Né à Amassia en Asie Mineure, Tutundjian échappa au génocide arménien en embarquant pour la Grèce puis pour Venise. Installé à Paris vers 1924, il produisit ses premiers collages d'inspiration cubiste. Il y introduisait souvent des vignettes historiques, comme dans un spécimen affiché chez Le Minotaure pour 48 000 euros. Comme l'indique l'historienne Gladys Fabre dans la monographie qu'elle lui a consacrée, " l'illustration n'est pas là qu'à titre purement formel, comme les fragments de journaux, d'étiquette ou de faux bois qui testaient la réalité de la peinture ".

En 1926, Tutundjian s'orienta vers le tachisme et l'automatisme linéaire. Du mélange des deux naîtra un surréalisme abstrait. Dans le même temps, il s'est laissé séduire par l'abstraction géométrique, en participant à la création de mouvements-manifestes comme Art concret ou Abstraction-Création.

Ce créateur s'est toutefois démarqué de ses collègues en restituant une illusion de la profondeur par un système de dégradés de points. Il a aussi fabriqué des reliefs de texture grise, composés de coupelles ou de cylindres inversés. En 1932, Tutundjian prit un nouveau virage vers la figuration surréaliste, avant de renouer en 1959 avec l'abstraction.

RÉCENT DÉCOLLAGE

Pour Gladys Fabre, l'oubli dans lequel il a sombré s'explique par ses changements de cap et son refus des modes. Comme l'indique le marchand Marcel Fleiss, Tutundjian est absent de la " Bible " d'André Breton, Le Surréalisme et la peinture, et de tous les dictionnaires ayant trait à ce mouvement. Lorsqu'en 1960 l'artiste est retourné à ses premières amours, il n'a pu s'imposer auprès de la nouvelle élite de l'abstraction.

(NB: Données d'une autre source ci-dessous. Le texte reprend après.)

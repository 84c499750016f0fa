// The demo's mini structure search (src/demo/search): random packings of the invented molecule relaxed under an
// exp-6 pair potential. Checked against: the definition of a descent method and the first-order condition at a
// minimum (Nocedal & Wright, "Numerical Optimization", Springer 2006: every accepted step lowers the objective; the
// gradient vanishes at a minimum), central finite differences of the energy (common practice), a brute-force
// P1 pair sum, the invariance of a lattice sum under a change of cell (International Tables Vol. A, chapter on
// transformations), the reader and density code of src/io and src/geometry, and the library sift.
import { beforeAll, describe, expect, it } from 'vitest';
import { spawnSync } from 'node:child_process';
import { mkdtempSync, writeFileSync } from 'node:fs';
import { tmpdir } from 'node:os';
import { join } from 'node:path';
import { runMiniSearch, runMiniSearchInWorkers, startFrom, startSeed, type MiniSearchResult } from '../src/demo/search/search.js';
import { energyAt, makeRelaxModel, reduceCell, stateEnergy, variablesOf, GRADIENT_TOLERANCE } from '../src/demo/search/relax.js';
import { energyOfAtoms } from '../src/demo/search/lattice-energy.js';
import { atomPairEnergy, pairTable, COULOMB_KJ_A_PER_MOL, CUTOFF_ANGSTROM } from '../src/demo/search/potential.js';
import { orvazinone } from '../src/demo/molecule.js';
import { makeRng } from '../src/demo/prng.js';
import { basisFromCell, cellFromBasis, inverse, vecMat } from '../src/demo/mat3.js';
import { changeBasis, expandToP1, randomUnimodular, shiftOrigin, type Expressed } from '../src/demo/rewrite.js';
import { readCifText } from '../src/io/read.js';
import { crystalFacts } from '../src/geometry/facts.js';
import { sift } from '../src/landscape/sift.js';
import type { RigidState } from '../src/demo/search/relax.js';

const mol = orvazinone();
const table = pairTable(mol);

/** Molecule 0 of a state as CIF-like data: basis, the group's operations and the atoms' fractional coordinates. */
function expressed(s: RigidState): Expressed {
  const model = makeRelaxModel(s.group, mol, table);
  const basis = basisFromCell(...s.cell);
  const inv = inverse(basis);
  const c = vecMat(s.centreFrac, basis);
  const frac = new Float64Array(mol.xyz.length);
  for (let i = 0; i < mol.elements.length; i++) {
    const [x, y, z] = [mol.xyz[3 * i], mol.xyz[3 * i + 1], mol.xyz[3 * i + 2]];
    const o = s.orient;
    frac.set(vecMat([c[0] + o[0] * x + o[1] * y + o[2] * z, c[1] + o[3] * x + o[4] * y + o[5] * z, c[2] + o[6] * x + o[7] * y + o[8] * z], inv), 3 * i);
  }
  return { basis, ops: model.ops, frac, elements: mol.elements.slice(), atomsPerMolecule: mol.elements.length };
}

function opsCount(group: RigidState['group']): number {
  return makeRelaxModel(group, mol, table).ops.length;
}

function numericalGradient(f: (x: Float64Array) => number, x: Float64Array, h: number): Float64Array {
  const g = new Float64Array(x.length);
  for (let i = 0; i < x.length; i++) {
    const up = Float64Array.from(x);
    const dn = Float64Array.from(x);
    up[i] += h;
    dn[i] -= h;
    g[i] = (f(up) - f(dn)) / (2 * h);
  }
  return g;
}

describe('demo mini search', () => {
  let r: MiniSearchResult;
  beforeAll(() => {
    r = runMiniSearch({ seed: 5, starts: 40 });
  });

  it('is deterministic from its seed and accounts for every start', () => {
    const again = runMiniSearch({ seed: 5, starts: 10 });
    const first10 = runMiniSearch({ seed: 5, starts: 10 });
    expect(again.cif).toBe(first10.cif);
    expect(again.energiesCsv).toBe(first10.energiesCsv);
    expect(r.structures.length + r.rejected.length).toBe(40);
    // Rejections (clashing starts, unconverged or collapsed runs) were about 4% when measured; most starts must survive.
    expect(r.structures.length).toBeGreaterThanOrEqual(30);
    expect(new Set(r.groups)).toEqual(new Set(['P21/c', 'P-1', 'P212121', 'C2/c', 'P21']));
    expect(r.cif.match(/^data_/gm)?.length).toBe(r.ids.length);
    expect(r.energiesCsv.trim().split('\n')).toEqual(['id,energy', ...r.ids.map((id, i) => `${id},${r.energiesKjPerMol[i].toFixed(4)}`)]);
  });

  it('gives the same CIF when its starts are relaxed in two worker threads (each start has its own seeded stream)', async () => {
    const inWorkers = await runMiniSearchInWorkers({ seed: 5, starts: 24, threads: 2 });
    const here = runMiniSearch({ seed: 5, starts: 24 });
    expect(inWorkers.cif).toBe(here.cif);
    expect(inWorkers.energiesCsv).toBe(here.energiesCsv);
    expect(inWorkers.rejected).toEqual(here.rejected);
    // neighbouring starts draw from unrelated streams
    expect(new Set(Array.from({ length: 1000 }, (_x, s) => startSeed(5, s))).size).toBe(1000);
  }, 120_000);

  it('the molecule is neutral and the Coulomb constant is e^2 N_A / (4 pi eps0) from CODATA 2018 constants', () => {
    // A neutral molecule keeps the shifted-force charge sum from depending on how the cutoff cuts molecules.
    expect(Math.abs(mol.charges.reduce((a, q) => a + q, 0))).toBeLessThan(1e-12);
    expect(mol.charges.length).toBe(mol.elements.length);
    // CODATA 2018: e = 1.602176634e-19 C (exact), N_A = 6.02214076e23 /mol (exact), eps0 = 8.8541878128e-12 F/m.
    const e = 1.602176634e-19;
    const kJPerMolAngstrom = ((e * e) / (4 * Math.PI * 8.8541878128e-12)) * 6.02214076e23 * 1e10 / 1000;
    expect(Math.abs(COULOMB_KJ_A_PER_MOL - kJPerMolAngstrom) / kJPerMolAngstrom).toBeLessThan(1e-8);
  });

  it('every relaxed structure ends lower than its start (a descent method)', () => {
    for (const s of r.structures) expect(s.energyKjPerMol).toBeLessThan(s.startEnergyKjPerMol);
  });

  it('the numerical gradient at every end point is small (first-order condition at a minimum)', () => {
    for (const s of r.structures) {
      const model = makeRelaxModel(s.group, mol, table);
      const x = variablesOf(model, s.state);
      const g = numericalGradient((y) => energyAt(model, s.state, y), x, 1e-5);
      // The optimiser stops below GRADIENT_TOLERANCE; central differences add ~1e-6.
      expect(Math.max(...Array.from(g, Math.abs))).toBeLessThan(2 * GRADIENT_TOLERANCE);
    }
  });

  it('the analytic gradient matches central differences away from minima', () => {
    const rng = makeRng(99);
    for (const group of ['P21/c', 'P-1', 'P212121', 'C2/c', 'P21'] as const) {
      const model = makeRelaxModel(group, mol, table);
      const start = startFrom(group, mol, rng);
      if (!start) continue;
      const x = variablesOf(model, start);
      for (let i = 0; i < x.length; i++) x[i] += 0.2 * (rng.next() - 0.5);
      const g = new Float64Array(x.length);
      const e = energyAt(model, start, x, g);
      expect(Number.isFinite(e)).toBe(true);
      const num = numericalGradient((y) => energyAt(model, start, y), x, 1e-5);
      for (let i = 0; i < x.length; i++) expect(Math.abs(g[i] - num[i])).toBeLessThan(1e-5 * Math.max(1, Math.abs(num[i])));
    }
  });

  it('energies and densities are in the usual ranges of small organic crystals', () => {
    // Lattice energies of small rigid organic molecules: negative, tens up to ~150 kJ/mol (common practice);
    // densities of organic molecular crystals roughly 1.1–1.6 g/cm3 (common practice), allowed 1.0–1.8 here.
    for (let i = 0; i < r.ids.length; i++) {
      expect(r.energiesKjPerMol[i]).toBeLessThan(-10);
      expect(r.energiesKjPerMol[i]).toBeGreaterThan(-150);
      expect(r.densitiesGPerCm3[i]).toBeGreaterThan(1.0);
      expect(r.densitiesGPerCm3[i]).toBeLessThan(1.8);
    }
  });

  it('the fast lattice sum equals a brute-force pair sum over the P1 expansion', () => {
    const s = r.structures[0];
    const e = expressed(s.state);
    const p1 = expandToP1(e);
    const n = mol.elements.length;
    const atoms = p1.frac.length / 3;
    const b = p1.basis;
    // Every pair (atom of molecule 0, atom of another molecule image) within the cutoff, translations in a wide box.
    const range = [0, 1, 2].map((k) => Math.ceil((CUTOFF_ANGSTROM + 10) * Math.hypot(...[0, 1, 2].map((r2) => inverse(b)[3 * r2 + k]))));
    let sum = 0;
    for (let i = 0; i < n; i++)
      for (let j = 0; j < atoms; j++)
        for (let u = -range[0]; u <= range[0]; u++)
          for (let v = -range[1]; v <= range[1]; v++)
            for (let w = -range[2]; w <= range[2]; w++) {
              if (j < n && u === 0 && v === 0 && w === 0) continue;
              const d = [0, 1, 2].map((c) => p1.frac[3 * j + c] - p1.frac[3 * i + c] + [u, v, w][c]);
              const x = vecMat(d, b);
              const dist = Math.hypot(x[0], x[1], x[2]);
              if (dist < CUTOFF_ANGSTROM) sum += 0.5 * atomPairEnergy(table, i, j % n, dist);
            }
    expect(Math.abs(sum - s.energyKjPerMol)).toBeLessThan(1e-8);
  });

  it('the energy does not depend on the cell, setting or origin the crystal is written in (to 1e-8 kJ/mol)', () => {
    const rng = makeRng(3);
    for (const s of r.structures.slice(0, 10)) {
      const e = expressed(s.state);
      const e0 = energyOfAtoms(table, e.ops!, e.basis, e.frac);
      expect(Math.abs(e0 - s.energyKjPerMol)).toBeLessThan(1e-8);
      // A random unimodular matrix can be the identity; draw again until the cell really changes.
      let p = randomUnimodular(rng, e.basis);
      for (let tries = 0; tries < 20 && p.every((v, k) => v === (k % 4 === 0 ? 1 : 0)); tries++) p = randomUnimodular(rng, e.basis);
      const other = shiftOrigin(changeBasis(e, p), [rng.int(12) / 12, rng.int(12) / 12, rng.int(12) / 12]);
      expect(other.basis).not.toEqual(e.basis);
      expect(Math.abs(energyOfAtoms(table, other.ops!, other.basis, other.frac) - e0)).toBeLessThan(1e-8);
      // In the optimiser's own variables: a monoclinic cell sheared to c' = c + 2a (a, b and the Cartesian frame
      // unchanged, so only the centre's fractional coordinates change, f' = f P^-1) has the same energy, and
      // reduceCell takes it back to the less oblique cell.
      if (s.group === 'P21/c' || s.group === 'C2/c' || s.group === 'P21') {
        const model = makeRelaxModel(s.group, mol, table);
        const l = basisFromCell(...s.state.cell);
        const sheared = [l[0], l[1], l[2], l[3], l[4], l[5], l[6] + 2 * l[0], l[7] + 2 * l[1], l[8] + 2 * l[2]];
        const f = s.state.centreFrac;
        const oblique: RigidState = { ...s.state, cell: cellFromBasis(sheared), centreFrac: [f[0] - 2 * f[2], f[1], f[2]] };
        expect(Math.abs(stateEnergy(model, oblique) - s.energyKjPerMol)).toBeLessThan(1e-8);
        const back = reduceCell(model, oblique);
        expect(back.cell[2]).toBeLessThan(oblique.cell[2]);
        expect(Math.abs(stateEnergy(model, back) - s.energyKjPerMol)).toBeLessThan(1e-8);
      }
    }
  });

  it('the CIF reads back into records with the same ids, Z and densities', () => {
    const blocks = readCifText(r.cif, 'search.cif');
    expect(blocks.every((b) => b.kind === 'record')).toBe(true);
    blocks.forEach((b, i) => {
      if (b.kind !== 'record') return;
      expect(b.record.id).toBe(r.ids[i]);
      expect(b.record.opsOrigin).toBe('listed');
      const facts = crystalFacts(b.record);
      expect(facts.z).toBe(b.record.ops.length);
      expect(facts.zPrime).toBe(1);
      // Cell lengths are written to 1e-5 Å and angles to 1e-4 degrees, so the volume agrees to about 1e-5.
      expect(Math.abs(facts.densityGPerCm3 - r.densitiesGPerCm3[i]) / r.densitiesGPerCm3[i]).toBeLessThan(1e-4);
    });
  });

  it('gemmi reads the CIF to the same densities and atom counts (independent reference, scripts/amd-gemmi.py)', () => {
    const dir = mkdtempSync(join(tmpdir(), 'polysift-search-gemmi-'));
    const file = join(dir, 'search.cif');
    writeFileSync(file, r.cif);
    const run = spawnSync('python3', ['scripts/amd-gemmi.py', file, '5'], { encoding: 'utf8' });
    if (run.status !== 0) throw new Error(`scripts/amd-gemmi.py failed (needs python3 with numpy and /usr/bin/python3 with gemmi): ${run.stderr}`);
    const ref = run.stdout.trim().split('\n').map((line) => JSON.parse(line) as { id: string; density: number; atoms: number });
    expect(ref.map((x) => x.id)).toEqual(r.ids);
    ref.forEach((x, i) => {
      expect(Math.abs(x.density - r.densitiesGPerCm3[i]) / r.densitiesGPerCm3[i]).toBeLessThan(1e-4);
      expect(x.atoms).toBe(mol.elements.length * opsCount(r.structures[i].group));
    });
  });

  it('sift keeps fewer structures than starts, every duplicate within tolerance and the same minimum', async () => {
    const dir = mkdtempSync(join(tmpdir(), 'polysift-search-'));
    writeFileSync(join(dir, 'search.cif'), r.cif);
    writeFileSync(join(dir, 'energies.csv'), r.energiesCsv);
    const run = await sift({ inputs: [join(dir, 'search.cif')], energiesFile: join(dir, 'energies.csv'), threads: 1, cacheDir: null });
    const l = run.landscape;
    const tol = l.parameters.toleranceAngstrom;
    expect(l.structures.length).toBe(r.ids.length);
    expect(l.structures.every((x) => x.status === 'kept' || x.status === 'duplicate')).toBe(true);
    const duplicates = l.structures.filter((x) => x.status === 'duplicate');
    expect(l.counts.kept).toBeLessThan(r.starts);
    expect(duplicates.length).toBeGreaterThan(0);
    for (const d of duplicates) {
      expect(d.distanceToKept!).toBeLessThanOrEqual(tol);
      const k = l.structures[d.keptIndex!];
      // The same minimum reached twice: energies within optimiser noise (hundredths of a kJ/mol; see DESIGN facts).
      expect(Math.abs(d.energy! - k.energy!)).toBeLessThan(0.1);
    }
  });
});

Jusqu'aux ventes d'atelier organisées de 1969 à 1987 par le commissaire-priseur Jean-Claude Robert, le travail de Tutundjian n'avait pas fait l'objet d'une vraie promotion. Il faut dire que son caractère trempé n'avait guère facilité les choses auprès des marchands. L'intérêt que le galeriste Léonce Rosenberg lui avait manifesté en 1933 fut plombé par la crise. Les prix de Tutundjian ont de fait tardé à décoller. Dans la première vente organisée en 1969 par Jean-Claude Robert, les adjudications stagnaient entre 1 000 et 2 500 euros. Lors d'un one-man- show organisé par la Galerie de France à la FIAC en 1994, les dessins plafonnaient à 2 000-3 000 euros. Ceux présentés aujourd'hui chez Le Minotaure s'échelonnent de 5 000 à 26 000 euros.

Le problème tient enfin au faible intérêt témoigné à ce jour par les musées. En 1994, l'IVAM de Valencia (Espagne) a toutefois acheté un relief pour environ 50 000 euros. Bien lui en a pris : aujourd'hui, les reliefs affichés par Le Minotaure voguent entre 160 000 et 200 000 euros.

 

Roxana Azimi

Exposition " Léon Tutundjian, Abstraction 1925-1930 ",

jusqu'au 10 mars, galerie Le Minotaure, 2, rue des Beaux-Arts, 75006 Paris. Tél. :01-43-54-62-93.

Tutundjian,

par Gladys Fabre, éditions du Regard, 1994, 175 p., 59,46 euros.